I trust I am not breaking any rules by posting this request. Please accept my apologies if I have, as it was entirely inadvertent.

I am writing this request as an appeal to contributors’ generosity. Some of you may know that I am working on an illustrated history of Aquitania, and I am trying to combine an original text (a concise history of the ship’s life including unpublished voyage diaries, anecdotes and other previously unseen material) with a number of rare illustrations. Relegated to the appendices (where it can be ignored or studied away from the main text) is a wealth of unpublished information, including financial and technical data about the liner, passenger lists, voyage and destination listings, and a complete account of the liner’s captains over her thirty-five-and-a-half years in service. It is going well. Information as to the project and my previous work can be found at my website (see my signature link, or my profile). The book is already under contract by Tempus Publishing and will be published in a format similar to my Majestic book, which came out in November 2006. There are well over one hundred images available, yet even more are needed and I want to maximise the quality of the images on offer for the book. After all, Aquitania deserves it!

I have had the good fortune to correspond with a number of generous people who have shared material and illustrations for the project. A particular vote of thanks must go to my editor at Tempus, Campbell, and his wife Janette – without their generosity in sharing images my previous works would certainly not have been up to the standard they were.

It is my hope that if there is anyone out there with images of Aquitania that they might wish to contribute, they would be more than welcome to get in touch with me privately. My e-mail address is available through my profile. All material will, naturally, be attributed and due credit given. There are a number of strengths in the coverage of the images available already, including a large number of photos dating to the later stages of World War II and her post-war Halifax service, yet even here rare photos would be a bonus.

In particular, I have identified several categories of specific interest that are currently under-represented: quality images of first class; photos of second, tourist, and third class accommodation (public rooms and staterooms). As far as exterior shots go, construction and early images would be most appreciated.

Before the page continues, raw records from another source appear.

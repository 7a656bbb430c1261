"""Global fit of a variable-temperature series: dH‡ and dS‡ fitted to all spectra at once.

Model
-----
Every spectrum i of the series (sample temperature T_i, K) is the single-spectrum model of
:mod:`dnmr.fitting` (same lineshape, nuisance terms and noise) with these quantities tied across the
series:

* rates: k_p(T_i) = (kB T_i / h) exp(dS‡_p / R) exp(-dH‡_p / (R T_i)) for every process p (Eyring,
  transmission coefficient 1); parameters ``enthalpy_kj_mol_<p>`` (kJ/mol), ``entropy_j_mol_k_<p>``
  (J/(mol K)).  T_i is the true sample temperature: the series' set-point passed through the
  calibration when one is given.
* shifts (ppm): ``shifts="constant"``: one value per state and spin for the whole series;
  ``"linear"``: delta(T) = delta(T_ref) + slope (T - T_ref), parameters ``<shift>`` and
  ``<shift>_per_k`` (ppm/K), T_ref the mean temperature.  The shifts are always fitted: the
  slow-exchange spectra fix them, the fast-exchange ones follow.  Because a common shift of every line
  is the same as a frequency offset, the offsets are held at their two-step values.
* linewidths (Hz): ``linewidth="per-spectrum"``: each spectrum its own (as its single fit had them);
  ``"linear"``: w(T) = w(T_ref) + slope (T - T_ref), parameters ``<linewidth>`` and ``<linewidth>_per_k``.
* populations: when the series fits populations (``populations = "free"``), the free energies of the
  states relative to the first are global parameters ``free_energy_kj_mol_<state>`` (kJ/mol) and the
  populations follow Boltzmann at each T_i; otherwise the model's populations at T_i (fixed, or
  Boltzmann from its own free energies).
* per spectrum (prefix ``s<i>_``): amplitude, baseline, phase; as in its single fit (fixed there,
  fixed here).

Thank you for reading this request, and if you wish to contribute any material I would be more than willing to hear from you.

Thanks for your time.

Best wishes,

Mark.


----------



## Mark Chirnside (Feb 19, 2006)

Refresher. (Thumb)


----------



## Ian Gent (Nov 20, 2009)

*aquitania nov 1948*

can you find out when she arrived in nova scotia in novemeber of 1948 from your records?





Mark Chirnside said:


> I trust I am not breaking any rules by posting this request. Please accept my apologies if I have, as it was entirely inadvertent.
> 
> I am writing this request as an appeal to contributors’ generosity. Some of you may know that I am working on an illustrated history of Aquitania, and I am trying to combine an original text (a concise history of the ship’s life including unpublished voyage diaries, anecdotes and other previously unseen material) with a number of rare illustrations. Relegated to the appendices (where it can be ignored or studied away from the main text) is a wealth of unpublished information, including financial and technical data about the liner, passenger lists, voyage and destination listings, and a complete account of the liner’s captains over her thirty-five-and-a-half years in service. It is going well. Information as to the project and my previous work can be found at my website (see my signature link, or my profile). The book is already under contract by Tempus Publishing and will be published in a format similar to my Majestic book, which came out in November 2006. There are well over one hundred images available, yet even more are needed and I want to maximise the quality of the images on offer for the book. After all, Aquitania deserves it!
> 
> ...


----------



## Lksimcoe (Oct 30, 2006)

Ian Gent said:


> can you find out when she arrived in nova scotia in novemeber of 1948 from your records?



Ian

Private message sent.


----------



## Mark Chirnside (Feb 19, 2006)

Ian,

Goodness, this is an old thread.

It looks like Lksimcoe has already answered your enquiry privately. However, let me know if I can be of any further assistance.

Best wishes,

Mark.


----------



## Lksimcoe (Oct 30, 2006)

And in a case of shameless plugging, I have purchased a copy of Mark's book "Aquitainia - The Ship Beautiful", and I highly recommend it. 

Anyone who has an interest in the Edwardian Cunarders will enjoy this book.

And it makes a great Christmas gift. 

I think it is probably the definitive book on the Aquitania


----------



## Mark Chirnside (Feb 19, 2006)

I thought I could hear my ears burning! 

Thanks for your extremely kind and generous words, Lksimcoe, although I don't deserve them. In truth, I don't think a single volume can tell her story in a definitive fashion, but I will say I tried my best and I think I did as well as I could have been expected to given the inevitable constraints of the publishing industry. I only wish I'd had a larger format and more pages to fill! Fortunately, I've had the chance to add quite a bit of material to my website as well.

There is a lot of interest out there in Aquitania. After it was published in September 2008, the book was then reprinted in spring 2009 and it looks like another reprint is due shortly.

Best wishes,

Mark.


----------